I walked tonight humming Baba’s hymn and heard the vibrations during my sitting meditation. Music as a form of practice invokes creativity and collaboration within oneself. I found myself breathing in “om namah shivaya” and breathing out “om namo bhagavate muktanandaya.” The rhythm freely merged into other mantras I have learned to sing: “namo tassa bhagavato arahato sammasambuddhassa.” My heart mixed the sacred songs from Baba and buddhism. I breathed both truths. Singing silently within myself added much needed sweetness to the seriousness that I have lately found in the tone of my recent practice.
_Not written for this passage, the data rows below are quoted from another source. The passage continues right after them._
/**
 * After leaf values are replaced (boosting line search or Newton step), give every internal node the
 * cover-weighted mean of its children's values, so `value` keeps meaning "what this node would predict
 * as a leaf" (src/learn/flat-tree.ts). Children always have larger indices than parents, so one pass
 * from the last node to the first suffices.
 */
import { LEAF, MULTIWAY, type FlatTree } from '../flat-tree.js';

function childrenOf(tree: FlatTree, n: number): number[] {
  const out = new Set<number>();
  if (tree.kind[n] === MULTIWAY) {
    for (let j = 0; j < tree.width[n]; j++) { const c = tree.branches[tree.offset[n] + j]; if (c >= 0) out.add(c); }
  } else {
    out.add(tree.left[n]); out.add(tree.right[n]);
  }
  if (tree.missing[n] >= 0) out.add(tree.missing[n]);
  return [...out];
}

/**
 * Recompute internal node values from the leaves up (in place).
 * @example
 * tree.value[leaf] = 0.3; refreshInnerValues(tree);
 */
export function refreshInnerValues(tree: FlatTree): void {
  const K = tree.nOutputs;
  for (let n = tree.nNodes - 1; n >= 0; n--) {
    if (tree.kind[n] === LEAF) continue;
    const kids = childrenOf(tree, n);
    let cw = 0;
    for (const c of kids) cw += tree.cover[c];
    for (let k = 0; k < K; k++) {
      let s = 0;
      for (const c of kids) s += (cw > 0 ? tree.cover[c] / cw : 1 / kids.length) * tree.value[c * K + k];
      tree.value[n * K + k] = s;
    }
  }
}
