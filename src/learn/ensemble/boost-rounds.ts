/**
 * The round loop of gradient boosting (the algorithm is described in boosting.ts), written to keep the
 * per-round work outside the tree grower small: every n-sized buffer is allocated once per fit, the
 * grow task is built once (same frame object every round, so the histogram engine's binned cache hits
 * and binning happens once per fit), residuals, leaf denominators and the training loss come from one
 * pass over the rows where the loss offers it (`fusedTerms`: logistic, Poisson, squared error — the pass
 * at the end of a round prepares the next one), scores of training rows are updated from the grower's `leafOfRow`
 * (only rows left out of a round — subsampling or zero weight — are routed through the tree), and
 * watched-set scores are updated by routing only the watched rows.
 */
import type { Frame } from '../../table/frame.js';
import { derive } from '../../util/rng.js';
import { leafOf, type FlatTree, type RowSource } from '../flat-tree.js';
import type { GrowTask } from '../grow-task.js';
import type { BoostingSettings } from './boosting-options.js';
import { growEnsembleTree } from './engine.js';
import { refreshInnerValues } from './inner-values.js';
import { createLeafScratch, ratioLeafValues, setLeafValues } from './leaf-values.js';
import type { Loss } from './loss/loss.js';
import { newtonResponse } from './newton-response.js';
import { drawSubsampleMask } from './subsample.js';
import { addTreeValues } from './tree-sum.js';
import type { WatchSet } from './watch-set.js';
import { rowSourceOf } from '../tree/row-source.js';

/** What the loop needs: the loss, targets, weights (class weights applied), features and settings. */
export interface BoostInput {
  readonly loss: Loss;
  readonly y: Float64Array;
  readonly w: Float64Array;
  readonly frame: Frame;
  readonly watch: WatchSet | null;
  readonly initial: Float64Array;
  readonly settings: BoostingSettings;
}

/** What the loop produced (every round run, before early stopping truncates). */
export interface BoostRun {
  readonly trees: FlatTree[];
  readonly steps: number[];
  readonly trainLoss: number[];
  readonly watchLoss: number[];
  readonly best: number;
}

/**
 * Run the boosting rounds of `input.settings`.
 * @example
 * const run = runBoostingRounds({ loss, y, w, frame, watch: null, initial: loss.initial(y, w), settings });
 */
export function runBoostingRounds(input: BoostInput): BoostRun {
  const { loss, y, w, frame, watch, initial, settings: s } = input;
  const n = frame.nRows, K = loss.nOutputs;
  const src = rowSourceOf(frame);
  const F = new Float64Array(n * K), Fw = new Float64Array(watch ? watch.n * K : 0);
  for (let i = 0; i < n; i++) F.set(initial, i * K);
  if (watch) for (let i = 0; i < watch.n; i++) Fw.set(initial, i * K);
  // buffers reused by every round
  const r = new Float64Array(n), scratch = createLeafScratch(n);
  const fused = loss.leafRule === 'ratio' ? loss.fusedTerms?.bind(loss) ?? null : null;
  const num = fused ? r : scratch.num, den = scratch.den;
  const trainLoss = [fused ? fused(y, F, w, r, den) : loss.value(y, F, w)];
  const watchLoss = watch ? [loss.value(watch.y, Fw, watch.weights)] : [];
  const sampled = s.rowFraction < 1;
  const mask = sampled ? new Uint8Array(n) : null;
  const roundW = sampled ? new Float64Array(n) : w;
  const newton = s.newtonTrees && loss.leafRule === 'ratio';
  const z = newton ? new Float64Array(n) : r, hw = newton ? new Float64Array(n) : roundW;
  const task: Omit<GrowTask, 'rng'> = { frame, weights: hw, response: { kind: 'value', values: z, leaf: 'mean' }, settings: s.tree.grow };

  const trees: FlatTree[] = [], steps: number[] = [];
  let best = 0, bestLoss = watch ? watchLoss[0] : Infinity;
  for (let m = 0; m < s.rounds; m++) {
    const step = s.learningRate / (1 + s.stepDecay * m);
    if (mask) {
      drawSubsampleMask(n, s.rowFraction, derive(s.seed, m), mask);
      for (let i = 0; i < n; i++) roundW[i] = mask[i] ? w[i] : 0;
    }
    loss.startRound(y, F, roundW);
    for (let k = 0; k < K; k++) {
      if (!fused) {
        loss.residuals(y, F, k, r);
        if (loss.leafRule === 'ratio') loss.leafTerms(y, F, k, r, num, den);
      }
      if (newton) newtonResponse(num, den, roundW, z, hw);
      const { tree, leafOfRow } = growEnsembleTree({ ...task, rng: derive(s.seed, m, k, 1) }, s.tree.engine);
      if (loss.leafRule === 'ratio') ratioLeafValues(tree, leafOfRow, roundW, num, den, step * loss.ratioScale);
      else setLeafValues(tree, leafOfRow, loss, y, F, roundW, k, r, step, scratch);
      refreshInnerValues(tree);
      addLeafValues(tree, leafOfRow, src, F, K, k);
      if (watch) addTreeValues(tree, watch.src, watch.n, Fw, K, k);
      trees.push(tree);
    }
    steps.push(step);
    let stop = false;
    if (watch) {
      const wl = loss.value(watch.y, Fw, watch.weights);
      watchLoss.push(wl);
      if (wl < bestLoss - 1e-12 * Math.abs(bestLoss)) { bestLoss = wl; best = m + 1; }
      else if (m + 1 - best >= s.patience) stop = true;
    } else best = m + 1;
    // the fused pass also prepares the next round's residuals; after the last round only the loss is needed
    const more = !stop && m + 1 < s.rounds;
    trainLoss.push(fused && more ? fused(y, F, w, r, den) : loss.value(y, F, w));
    s.onRound?.({
      round: m + 1, total: s.rounds, trainLoss: trainLoss[m + 1], watchLoss: watch ? watchLoss[m + 1] : NaN,
      bestRound: best, last: stop || m + 1 === s.rounds,
    });
    if (stop) break;
  }
  return { trees, steps, trainLoss, watchLoss, best };
}

/** F[i·K + k] += value of the leaf row i reached: from `leafOfRow`, routing only rows it left out (−1). */
function addLeafValues(tree: FlatTree, leafOfRow: Int32Array, src: RowSource, F: Float64Array, K: number, k: number): void {
  const v = tree.value, n = leafOfRow.length;
  for (let i = 0; i < n; i++) {
    const l = leafOfRow[i];
    F[i * K + k] += v[l >= 0 ? l : leafOf(tree, src, i)];
  }
}
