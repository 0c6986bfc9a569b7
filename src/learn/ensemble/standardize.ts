/**
 * Column standardisation for the stacking combiners: each column of an n×p row-major matrix is
 * centred on its weighted mean and divided by its weighted standard deviation (a constant column keeps
 * scale 1, so it becomes all zeros). Missing values (NaN) become 0 after centring, i.e. the mean.
 */

export interface Scaling {
  readonly center: Float64Array;
  readonly scale: Float64Array;
}

/**
 * Weighted mean and standard deviation of each column (NaN entries skipped).
 * @example
 * const s = fitScaling(Float64Array.of(1, 10, 3, 10), 2, 2, Float64Array.of(1, 1)); // center [2, 10], scale [1, 1]
 */
export function fitScaling(X: Float64Array, n: number, p: number, w: Float64Array): Scaling {
  const center = new Float64Array(p), scale = new Float64Array(p);
  for (let j = 0; j < p; j++) {
    let s = 0, sw = 0;
    for (let i = 0; i < n; i++) { const v = X[i * p + j]; if (v === v && w[i] > 0) { s += w[i] * v; sw += w[i]; } }
    const m = sw > 0 ? s / sw : 0;
    let q = 0;
    for (let i = 0; i < n; i++) { const v = X[i * p + j]; if (v === v && w[i] > 0) q += w[i] * (v - m) ** 2; }
    const sd = sw > 0 ? Math.sqrt(q / sw) : 0;
    center[j] = m;
    scale[j] = sd > 1e-12 ? sd : 1;
  }
  return { center, scale };
}

/**
 * A standardised copy of `X` (NaN → 0).
 * @example
 * applyScaling(X, n, p, fitScaling(X, n, p, w));
 */
export function applyScaling(X: Float64Array, n: number, p: number, s: Scaling): Float64Array {
  const Z = new Float64Array(n * p);
  for (let i = 0; i < n; i++) {
    for (let j = 0; j < p; j++) {
      const v = X[i * p + j];
      Z[i * p + j] = v === v ? (v - s.center[j]) / s.scale[j] : 0;
    }
  }
  return Z;
}
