/**
 * Solve A x = b for a symmetric positive-definite A by the Cholesky factorisation A = L Lᵀ
 * (Golub & Van Loan, Matrix Computations, 4th ed., Algorithm 4.2.1), then two triangular solves.
 * Used by the stacking combiners (ridge normal equations, Newton steps).
 */
import { errors } from '../../errors.js';

/**
 * Solve `A x = b`; `A` is d×d row-major and is not modified. Throws when A is not positive definite.
 * @example
 * solveCholesky(Float64Array.of(4, 2, 2, 3), Float64Array.of(2, 1), 2); // [0.5, 0]
 */
export function solveCholesky(A: Float64Array, b: Float64Array, d: number): Float64Array {
  const L = new Float64Array(d * d);
  for (let j = 0; j < d; j++) {
    let s = A[j * d + j];
    for (let k = 0; k < j; k++) s -= L[j * d + k] * L[j * d + k];
    if (!(s > 0)) throw errors.notSupported('A combiner system that is not positive definite (add ridge)');
    const ljj = Math.sqrt(s);
    L[j * d + j] = ljj;
    for (let i = j + 1; i < d; i++) {
      let t = A[i * d + j];
      for (let k = 0; k < j; k++) t -= L[i * d + k] * L[j * d + k];
      L[i * d + j] = t / ljj;
    }
  }
  const z = new Float64Array(d);
  for (let i = 0; i < d; i++) {
    let s = b[i];
    for (let k = 0; k < i; k++) s -= L[i * d + k] * z[k];
    z[i] = s / L[i * d + i];
  }
  const x = new Float64Array(d);
  for (let i = d - 1; i >= 0; i--) {
    let s = z[i];
    for (let k = i + 1; k < d; k++) s -= L[k * d + i] * x[k];
    x[i] = s / L[i * d + i];
  }
  return x;
}
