/**
 * Progress reports of long fits, for progress displays: `onRound` (boosting, AdaBoost) is called after
 * every round, `onTree` (bagging, forests) after every tree is added. The reports are plain objects
 * built for the call; nothing the callback does to them reaches the model, so a fit with a callback
 * gives the same model as one without. An error thrown by the callback stops the fit and propagates.
 */
import { errors } from '../../errors.js';

/** After round `round` of `total`. */
export interface RoundInfo {
  /** Rounds done so far (1-based). */
  readonly round: number;
  /** Rounds asked for. */
  readonly total: number;
  /**
   * Training loss after this round: the boosting loss's weighted mean (log loss, squared error, ...), or
   * for AdaBoost the weighted training error (0–1 loss).
   */
  readonly trainLoss: number;
  /** Same on the watched set; NaN without one. */
  readonly watchLoss: number;
  /** Round with the lowest watched loss so far (0 = before any round), or `round` without a watched set. */
  readonly bestRound: number;
  /** True for the last report of the fit (all rounds done, early stop, or an AdaBoost stop rule). */
  readonly last: boolean;
}

/** After `done` trees of `total`. */
export interface TreeInfo {
  /** Trees added so far. */
  readonly done: number;
  /** Trees asked for. */
  readonly total: number;
  /** Out-of-bag error of the first `done` trees (as in `oobCurve`); NaN while no row has been out of bag. */
  readonly oobError: number;
}

/** Callback of `onRound`. */
export type RoundCallback = (info: RoundInfo) => void;
/** Callback of `onTree`. */
export type TreeCallback = (info: TreeInfo) => void;

/**
 * The callback given as option `name`, or null when absent; anything else than a function is an error.
 * @example
 * const report = callbackOption<RoundCallback>('onRound', options.onRound);
 */
export function callbackOption<T>(name: string, f: unknown): T | null {
  if (f === undefined || f === null) return null;
  if (typeof f !== 'function') throw errors.badOption(name, typeof f === 'object' ? 'an object' : f, 'a function');
  return f as T;
}
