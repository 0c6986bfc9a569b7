/**
 * The shared core of bagging and random forests (Breiman, L. (1996) "Bagging predictors", Machine
 * Learning 24:123–140; Breiman, L. (2001) "Random forests", Machine Learning 45:5–32): members grown on
 * bootstrap samples (counts as row weights), combined in index order, with out-of-bag error per size.
 */
import type { Dataset } from '../../table/frame.js';
import type { FlatTree } from '../flat-tree.js';
import type { Response } from '../grow-task.js';
import { growForestMember, type MemberPlan } from './forest-member.js';
import { ensembleHeader } from './header.js';
import { impurityImportance } from './importance.js';
import type { ForestModel } from './models.js';
import { OobTally } from './oob.js';
import { memberTreeRecord } from './options.js';
import { applyClassWeights, prepareData } from './prepare.js';
import { rowSourceOf } from '../tree/row-source.js';

/** Resolved settings of a bagged-tree fit. */
export interface BaggedTreeSettings {
  readonly size: number;
  readonly seed: number;
  readonly combine: 'average' | 'vote';
  readonly plan: MemberPlan;
  readonly classWeights: Readonly<Record<string, number>> | undefined;
}

/**
 * Fit `settings.size` bootstrap trees on `data`; the grower's `featuresPerSplit` decides bagging (0) or forest.
 * @example
 * const model = fitBaggedTrees('forest', data, settings);
 */
export function fitBaggedTrees(kind: 'bagging' | 'forest', data: Dataset, settings: BaggedTreeSettings): ForestModel {
  const prep = prepareData(data, `fit ${kind === 'forest' ? 'a random forest' : 'bagged trees'}`);
  const weights = applyClassWeights(prep, settings.classWeights);
  const t = prep.data.target;
  const response: Response = t.kind === 'class'
    ? { kind: 'class', codes: t.codes, nClasses: t.classes.length, criterion: settings.plan.tree.criterion }
    : { kind: 'value', values: t.values, leaf: 'mean' };
  const memberData = { frame: prep.data.features, response, weights };
  const src = rowSourceOf(prep.data.features);
  const oob = new OobTally(prep.n, prep.nClasses, t.kind === 'class' ? t.codes : t.values, prep.weights, settings.combine === 'vote');
  const trees: FlatTree[] = [];
  for (let m = 0; m < settings.size; m++) {
    const { tree, counts } = growForestMember(memberData, settings.plan, settings.seed, m);
    trees.push(tree);
    oob.addTree(tree, src, counts);
  }
  const record: Record<string, unknown> = {
    size: settings.size, featuresPerSplit: settings.plan.featuresPerSplit, combine: settings.combine,
    ...memberTreeRecord(settings.plan.tree),
  };
  if (settings.classWeights) record.classWeights = { ...settings.classWeights };
  return {
    ...ensembleHeader(kind, prep.data, record, settings.seed),
    kind,
    trees,
    combine: settings.combine,
    oobCurve: oob.curve,
    importance: impurityImportance(trees, prep.data.features.schema.columns),
  };
}
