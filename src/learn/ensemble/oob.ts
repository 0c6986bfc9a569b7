/**
 * Out-of-bag predictions and error (Breiman, L. (1996) "Out-of-bag estimation", technical report;
 * Breiman 2001, "Random forests", §3.1): each row is predicted only by the trees whose bootstrap sample
 * left it out. The error after t trees is taken over the rows with at least one such tree so far:
 * weighted misclassification rate for classes, weighted mean squared error for numbers.
 */
import type { FlatTree, RowSource } from '../flat-tree.js';
import { leafOf } from '../flat-tree.js';
import { argmaxAt } from './tree-sum.js';

/** One point of an out-of-bag curve: error of the first `size` members. */
export interface OobPoint {
  readonly size: number;
  /** Misclassification rate (classes) or mean squared error (numbers); NaN while no row is out-of-bag. */
  readonly error: number;
}

/** Accumulates out-of-bag predictions member by member. */
export class OobTally {
  /** Per row: summed class scores (n × K) or summed values (n). */
  readonly sums: Float64Array;
  /** Per row: members for which the row was out-of-bag. */
  readonly hits: Int32Array;
  readonly curve: OobPoint[] = [];

  constructor(
    private readonly n: number,
    /** Classes (0 for numbers). */
    private readonly K: number,
    /** Class codes or target values. */
    private readonly y: Int32Array | Float64Array,
    private readonly w: Float64Array,
    private readonly vote: boolean,
  ) {
    this.sums = new Float64Array(n * Math.max(1, K));
    this.hits = new Int32Array(n);
  }

  /** Add member `tree` (bootstrap `counts`) via its leaf values, and record the error so far. */
  addTree(tree: FlatTree, src: RowSource, counts: Float64Array): number {
    const K = this.K, v = tree.value;
    for (let i = 0; i < this.n; i++) {
      if (counts[i] > 0 || !(this.w[i] > 0)) continue;
      const leaf = leafOf(tree, src, i);
      if (K === 0) this.sums[i] += v[leaf];
      else if (this.vote) this.sums[i * K + argmaxAt(v, leaf * K, K)] += 1;
      else for (let k = 0; k < K; k++) this.sums[i * K + k] += v[leaf * K + k];
      this.hits[i]++;
    }
    return this.record();
  }

  /**
   * Add member `tree` given the leaf each out-of-bag row reaches (`oobLeaf[i]`, −1 for in-bag rows), and
   * record the error so far; the same sums as `addTree` when `oobLeaf` was routed from the same counts.
   */
  addLeaves(tree: FlatTree, oobLeaf: Int32Array): number {
    const K = this.K, v = tree.value;
    for (let i = 0; i < this.n; i++) {
      const leaf = oobLeaf[i];
      if (leaf < 0 || !(this.w[i] > 0)) continue;
      if (K === 0) this.sums[i] += v[leaf];
      else if (this.vote) this.sums[i * K + argmaxAt(v, leaf * K, K)] += 1;
      else for (let k = 0; k < K; k++) this.sums[i * K + k] += v[leaf * K + k];
      this.hits[i]++;
    }
    return this.record();
  }

  /** Add one member's out-of-bag predictions given directly (generic bagging): `pred[i]` is a class code or value. */
  addPredictions(pred: Float64Array, proba: Float64Array | null, counts: Float64Array): number {
    const K = this.K;
    for (let i = 0; i < this.n; i++) {
      if (counts[i] > 0 || !(this.w[i] > 0)) continue;
      if (K === 0) this.sums[i] += pred[i];
      else if (this.vote || !proba) this.sums[i * K + pred[i]] += 1;
      else for (let k = 0; k < K; k++) this.sums[i * K + k] += proba[i * K + k];
      this.hits[i]++;
    }
    return this.record();
  }

  private record(): number {
    const error = this.error();
    this.curve.push({ size: this.curve.length + 1, error });
    return error;
  }

  /** Current out-of-bag error (NaN when no row has been out-of-bag yet). */
  error(): number {
    let loss = 0, sw = 0;
    for (let i = 0; i < this.n; i++) {
      if (this.hits[i] === 0) continue;
      const wi = this.w[i];
      if (this.K === 0) loss += wi * (this.sums[i] / this.hits[i] - this.y[i]) ** 2;
      else if (argmaxAt(this.sums, i * this.K, this.K) !== this.y[i]) loss += wi;
      sw += wi;
    }
    return sw > 0 ? loss / sw : NaN;
  }
}
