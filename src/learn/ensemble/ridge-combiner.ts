/**
 * Least squares with a small ridge: the stacking combiner for numeric targets (Breiman, L. (1996)
 * "Stacked regressions", Machine Learning 24:49–64, combines out-of-fold predictions linearly; the ridge
 * keeps the system well posed when base predictions are nearly collinear — Hoerl & Kennard 1970).
 * Minimises Σ w (y − b − zᵀβ)² / Σ w + ridge·‖β‖² over standardised inputs z; the intercept is not penalised.
 */
import { solveCholesky } from './cholesky.js';
import { applyScaling, fitScaling, type Scaling } from './standardize.js';

export interface RidgeCombiner {
  readonly kind: 'ridge';
  readonly p: number;
  readonly scaling: Scaling;
  readonly intercept: number;
  /** Coefficients on standardised inputs. */
  readonly coef: Float64Array;
}

/**
 * Fit the ridge combiner to inputs `X` (n×p row-major), target `y` and weights `w`.
 * @param ridge penalty on the standardised coefficients. __Default:__ 1e-3.
 * @example
 * const c = fitRidgeCombiner(X, n, p, y, w);
 * applyRidgeCombiner(c, Xnew, m); // m predictions
 */
export function fitRidgeCombiner(X: Float64Array, n: number, p: number, y: Float64Array, w: Float64Array, ridge = 1e-3): RidgeCombiner {
  const scaling = fitScaling(X, n, p, w);
  const Z = applyScaling(X, n, p, scaling);
  let sw = 0, sy = 0;
  for (let i = 0; i < n; i++) { sw += w[i]; sy += w[i] * y[i]; }
  const ybar = sy / sw;
  // Z columns have weighted mean 0, so the intercept separates: b = ȳ, β = (ZᵀWZ/Σw + ridge·I)⁻¹ ZᵀW(y − ȳ)/Σw
  const A = new Float64Array(p * p), rhs = new Float64Array(p);
  for (let i = 0; i < n; i++) {
    const wi = w[i] / sw;
    if (!(wi > 0)) continue;
    const r = y[i] - ybar;
    for (let a = 0; a < p; a++) {
      const za = Z[i * p + a];
      rhs[a] += wi * za * r;
      for (let b = 0; b <= a; b++) A[a * p + b] += wi * za * Z[i * p + b];
    }
  }
  for (let a = 0; a < p; a++) {
    for (let b = 0; b < a; b++) A[b * p + a] = A[a * p + b];
    A[a * p + a] += Math.max(ridge, 1e-12);
  }
  const coef = p > 0 ? solveCholesky(A, rhs, p) : new Float64Array(0);
  return { kind: 'ridge', p, scaling, intercept: ybar, coef };
}

/**
 * Predictions of a fitted ridge combiner for `m` rows of inputs `X` (m×p row-major).
 * @example
 * applyRidgeCombiner(c, X, m);
 */
export function applyRidgeCombiner(c: RidgeCombiner, X: Float64Array, m: number): Float64Array {
  const Z = applyScaling(X, m, c.p, c.scaling);
  const out = new Float64Array(m);
  for (let i = 0; i < m; i++) {
    let s = c.intercept;
    for (let j = 0; j < c.p; j++) s += c.coef[j] * Z[i * c.p + j];
    out[i] = s;
  }
  return out;
}
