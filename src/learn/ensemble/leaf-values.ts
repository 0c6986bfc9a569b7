/**
 * Set the leaf values of a boosting tree from its training rows (`GrowResult.leafOfRow`), by the loss's
 * leaf rule (src/learn/ensemble/loss/loss.ts): a weighted ratio (line search for squared error, Newton
 * step otherwise) or a group statistic (median, quantile, Huber step). Each value is multiplied by the
 * round's step; a leaf whose denominator is 0 gets 0.
 */
import { LEAF, type FlatTree } from '../flat-tree.js';
import type { Loss } from './loss/loss.js';

/** Scratch buffers reused across rounds (no per-round allocation of n-sized arrays). */
export interface LeafScratch {
  readonly num: Float64Array;
  readonly den: Float64Array;
  readonly rows: Int32Array;
}

export function createLeafScratch(n: number): LeafScratch {
  return { num: new Float64Array(n), den: new Float64Array(n), rows: new Int32Array(n) };
}

/**
 * Overwrite the leaf values of `tree` (single output) for output `k` of `loss`, scaled by `step`.
 * For a ratio loss the per-row terms are computed here; `ratioLeafValues` takes them ready-made.
 * @example
 * setLeafValues(tree, leafOfRow, loss, y, F, w, 0, residuals, 0.1, scratch);
 */
export function setLeafValues(
  tree: FlatTree, leafOfRow: Int32Array, loss: Loss, y: Float64Array, F: Float64Array, w: Float64Array,
  k: number, r: Float64Array, step: number, scratch: LeafScratch,
): void {
  if (loss.leafRule === 'ratio') {
    loss.leafTerms(y, F, k, r, scratch.num, scratch.den);
    ratioLeafValues(tree, leafOfRow, w, scratch.num, scratch.den, step * loss.ratioScale);
    return;
  }
  // group rule: bucket rows by leaf (counting sort), then one statistic per leaf
  const nn = tree.nNodes, n = leafOfRow.length;
  const start = new Int32Array(nn + 1);
  for (let i = 0; i < n; i++) if (leafOfRow[i] >= 0) start[leafOfRow[i] + 1]++;
  for (let l = 0; l < nn; l++) start[l + 1] += start[l];
  const fill = start.slice(0, nn);
  for (let i = 0; i < n; i++) { const l = leafOfRow[i]; if (l >= 0) scratch.rows[fill[l]++] = i; }
  for (let l = 0; l < nn; l++) {
    if (tree.kind[l] !== LEAF) continue;
    const v = start[l + 1] > start[l] ? loss.leafValue(y, F, w, scratch.rows, start[l], start[l + 1]) : NaN;
    tree.value[l] = v === v ? step * v : 0;
  }
}

/**
 * Leaf l gets scale · Σ w·num / Σ w·den over its rows (rows with leaf −1 or weight <= 0 are skipped);
 * 0 when the denominator is not positive.
 * @example
 * ratioLeafValues(tree, leafOfRow, w, residuals, hessians, 0.1); // one Newton step per leaf, shrunk by 0.1
 */
export function ratioLeafValues(
  tree: FlatTree, leafOfRow: Int32Array, w: Float64Array, num: Float64Array, den: Float64Array, scale: number,
): void {
  const nn = tree.nNodes, n = leafOfRow.length;
  const a = new Float64Array(nn), b = new Float64Array(nn);
  for (let i = 0; i < n; i++) {
    const l = leafOfRow[i];
    if (l < 0 || !(w[i] > 0)) continue;
    a[l] += w[i] * num[i];
    b[l] += w[i] * den[i];
  }
  for (let l = 0; l < nn; l++) {
    if (tree.kind[l] !== LEAF) continue;
    tree.value[l] = b[l] > 1e-300 ? scale * (a[l] / b[l]) : 0;
  }
}
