/**
 * The model header every ensemble carries (src/learn/model.ts): features, target, settings, seed and
 * fingerprints of the training data.
 */
import { dataFingerprint } from '../../table/fingerprint.js';
import { featureRangesOf } from '../../table/ranges.js';
import type { Dataset } from '../../table/frame.js';
import type { ModelHeader, ModelKind } from '../model.js';

/**
 * Header for a model of `kind` fitted on `data` with `settings` and `seed`.
 * @example
 * const header = ensembleHeader('forest', data, settings, 42);
 */
export function ensembleHeader(kind: ModelKind, data: Dataset, settings: Record<string, unknown>, seed: number): ModelHeader {
  const t = data.target;
  return {
    kind,
    task: t.kind === 'class' ? 'classification' : 'regression',
    features: data.features.schema.columns,
    target: t.kind === 'class' ? { name: t.name, kind: 'class', classes: t.classes } : { name: t.name, kind: 'number' },
    settings,
    ranges: featureRangesOf(data.features),
    seed,
    fingerprint: { schema: data.features.schema.fingerprint, data: dataFingerprint(data) },
  };
}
Gurumayi also said of spiritual practice that “sadhana is the process that takes place within you. When you chant, if your heart is completely open, waves of nectar wash over you. Even if your heart is not completely open, somehow the nectar deep inside you seeps through anyway.”

I am grateful for the many teachers in my life. Their presence and teachings are powerful pathways for entering and re-entering my own heart. In contemplating this, I see deeply now that everything and everyone preaches the dharma: the moon and sun, brothers and sisters, mothers and fathers, bosses and bullies, trees and flowers, spouses too. Everything is both Buddha and Baba. With great respect and great love, I welcome you all with all my heart.